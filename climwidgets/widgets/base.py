"""BaseWidget: the frame every climwidgets widget is built on.

Layout, top to bottom: a title, then the controls panel beside the map panel, the
results table, an optional chart, the export buttons, a progress bar and a message line.

Building a widget
-----------------
Subclass :class:`BaseWidget` and fill in four small methods; the base does the rest
(threads, progress, stale results, errors, exports)::

    class TotalsWidget(BaseWidget):
        title = "Annual totals"

        def __init__(self, pr):
            self.pr = pr
            self.year_start = widgets.Dropdown(options=[("January", 1), ("October", 10)])
            super().__init__(map_frame=MapFrame(kind="total"))   # builds the layout
            self.watch(self.year_start)           # a change recomputes
            self.refresh()                        # first computation

        def build_controls(self):                 # widgets shown in the controls panel
            return [self.year_start]

        def parameters(self):                     # read the controls (main thread)
            return {"year_start": self.year_start.value}

        def compute(self, year_start):            # pure: public cw functions, lazy is fine
            return cw.annual_totals(self.pr, year_start).mean("year")

        def render(self, result, params):         # show the computed numbers
            self.map.show_field(result, kind="total")
            self.show_table(some_dataframe)        # results table (a DataFrame)
            self.show_chart(some_figure)           # optional chart (a matplotlib Figure)

``compute`` runs in a worker thread and returns lazy xarray objects (analyses), possibly
in a dict or tuple; the base computes them in one pass (``climwidgets.analyses.run``)
with the suite's progress callback, calls ``finish(computed, params)`` (default:
identity) in the worker, and then hands the outcome to the kernel's thread: the kernel's
event loop (``io_loop.add_callback``) — or :meth:`wait`, when the kernel's thread is
waiting — stores it in ``self.result`` and calls ``render``.  So every widget and figure
update happens on one thread; no worker touches widget state.  ``render`` runs only if
no newer request arrived meanwhile.

Basins: a widget given ``basins=`` (a list or a shared :class:`cw.BasinSet`) keeps them
in ``self.basin_set`` and hears of every change to it (:meth:`basins_changed`).

* Every parameter change bumps a generation counter.  A computation whose generation is no
  longer current is aborted at its next dask task and its result discarded, so dragging a
  slider never queues stale work.
* A :class:`climwidgets.errors.InputError` (bad parameters, bad data) appears as a plain
  message in the widget, not a traceback; ``self.error`` holds it.  Unexpected errors are
  shown in one line too, with the exception kept in ``self.error`` for debugging.
* :meth:`wait` blocks until the current computation is finished (tests, notebooks);
  :meth:`compute_now` computes in the calling thread.
* :meth:`add_export` adds a button that prepares a file and shows a download link for it
  in the page (the bytes inside the link, so it works in Voilà and JupyterLab with no
  server route), and also saves it atomically into ``export_dir`` when ``save_copies``;
  CSV of the table (with its metadata file, see :mod:`climwidgets.report.tables`) and
  PNG of the map are there by default.

Units: a "Units" menu (SI / US customary) sits under the controls of every widget
(``units_choice = False`` leaves it out).  The numbers are computed once, in SI; the
choice is applied where they are shown: :meth:`show_table` re-expresses the table it is
given (:func:`climwidgets.analyses.meta.shown_in_units`), the map's ``show_field`` is given
the field with the display attributes of the choice (colour bar and hover alike), and
:meth:`in_units` does the same for a subclass's other tables.  Changing the menu shows
the table and the map again, then calls :meth:`units_changed` (for a subclass's other
tables and charts): nothing is recomputed.  The CSV export holds the numbers as shown,
and its metadata names each column's units.

Ensembles: when the widget's data (``self.pr``, or what :meth:`member_source` returns)
have a member dimension, an "Ensemble member" menu heads the controls: each member, the
ensemble mean and the spread between members.  ``compute`` runs on the whole ensemble and
the base takes :func:`climwidgets.analyses.ensemble.member_view` of its output before
``finish`` (statistics per member first, then the summary); each choice keeps its own
caches, and the map title, the table caption, export file names and the CSV metadata
name the choice.  See :mod:`climwidgets.widgets.members`.
"""

from __future__ import annotations

import collections
import contextlib
import html
import threading
import traceback
import weakref
from pathlib import Path

import ipywidgets as widgets
import pandas as pd

from ..analyses.meta import UNIT_SYSTEMS, field_in_units, format_cell, shown_in_units
from ..atomic import atomic_write
from ..errors import InputError
from ..geo.basinset import BasinSet
from ..scale import Superseded, TaskProgress
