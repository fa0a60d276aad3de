"""The time axis: calendars, the length of a time step, and gaps.

Works on numpy datetime64 and cftime time coordinates alike.  Lengths of steps come from
the file's own calendar: a month in a ``noleap`` calendar has 28 days in February, every
month of a ``360_day`` calendar has 30.
"""

from __future__ import annotations

from typing import Any

import numpy as np
import pandas as pd
import xarray as xr
from numpy.typing import ArrayLike, NDArray

from ..errors import CalendarError, TimeAxisError

SUPPORTED_CALENDARS = {
    "standard",
    "gregorian",
    "proleptic_gregorian",
    "noleap",
    "365_day",
    "all_leap",
    "366_day",
    "360_day",
    "julian",
}
# Regular steps the loader accepts.  Sub-hourly steps are summed to hourly totals on open
# (so every function downstream sees at most hourly data); n-hourly steps that divide a day
# are kept as they are ("3hour", "6hour", ...); "month" has no fixed length.
SUBHOURLY_MINUTES = (1, 2, 3, 4, 5, 6, 10, 12, 15, 20, 30)
MULTIHOUR_HOURS = (2, 3, 4, 6, 8, 12)
STEP_SECONDS = {
    "hour": 3600.0,
    "day": 86400.0,
    **{f"{n}min": 60.0 * n for n in SUBHOURLY_MINUTES},
    **{f"{n}hour": 3600.0 * n for n in MULTIHOUR_HOURS},
}
#: steps a canonical precipitation DataArray may have (after open_precip)
CANONICAL_STEPS = ("hour", *(f"{n}hour" for n in MULTIHOUR_HOURS), "day", "month")
_FREQ = {
    "hour": "h",
    "day": "D",
    "month": "MS",
    **{f"{n}min": f"{n}min" for n in SUBHOURLY_MINUTES},
    **{f"{n}hour": f"{n}h" for n in MULTIHOUR_HOURS},
}


def steps_per_day(step: str) -> float:
    """How many steps of ``step`` make one day (not defined for "month").

    Parameters
    ----------
    step : str
        A key of :data:`STEP_SECONDS` ("hour", "day", "3hour", "15min", ...).

    Returns
    -------
    float
        Steps per day.

    Examples
    --------
    >>> steps_per_day("3hour"), steps_per_day("day")
    (8.0, 1.0)
    """
    return 86400.0 / STEP_SECONDS[step]


def is_subhourly(step: str) -> bool:
    """Whether ``step`` is shorter than an hour (such steps are summed to hours on open).

    Parameters
    ----------
    step : str
        A step name ("15min", "hour", "day", ...).

    Returns
    -------
    bool

    Examples
    --------
    >>> is_subhourly("10min"), is_subhourly("hour")
    (True, False)
    """
    return step.endswith("min")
+++
Work item: Copy out only the lines above from the one with "the calling thread." to the one with "of every widget", inclusive, exactly as they stand.

Solution to this exercise:
  :meth:`compute_now` computes in the calling thread.
* :meth:`add_export` adds a button that prepares a file and shows a download link for it
  in the page (the bytes inside the link, so it works in Voilà and JupyterLab with no
  server route), and also saves it atomically into ``export_dir`` when ``save_copies``;
  CSV of the table (with its metadata file, see :mod:`climwidgets.report.tables`) and
  PNG of the map are there by default.

Units: a "Units" menu (SI / US customary) sits under the controls of every widget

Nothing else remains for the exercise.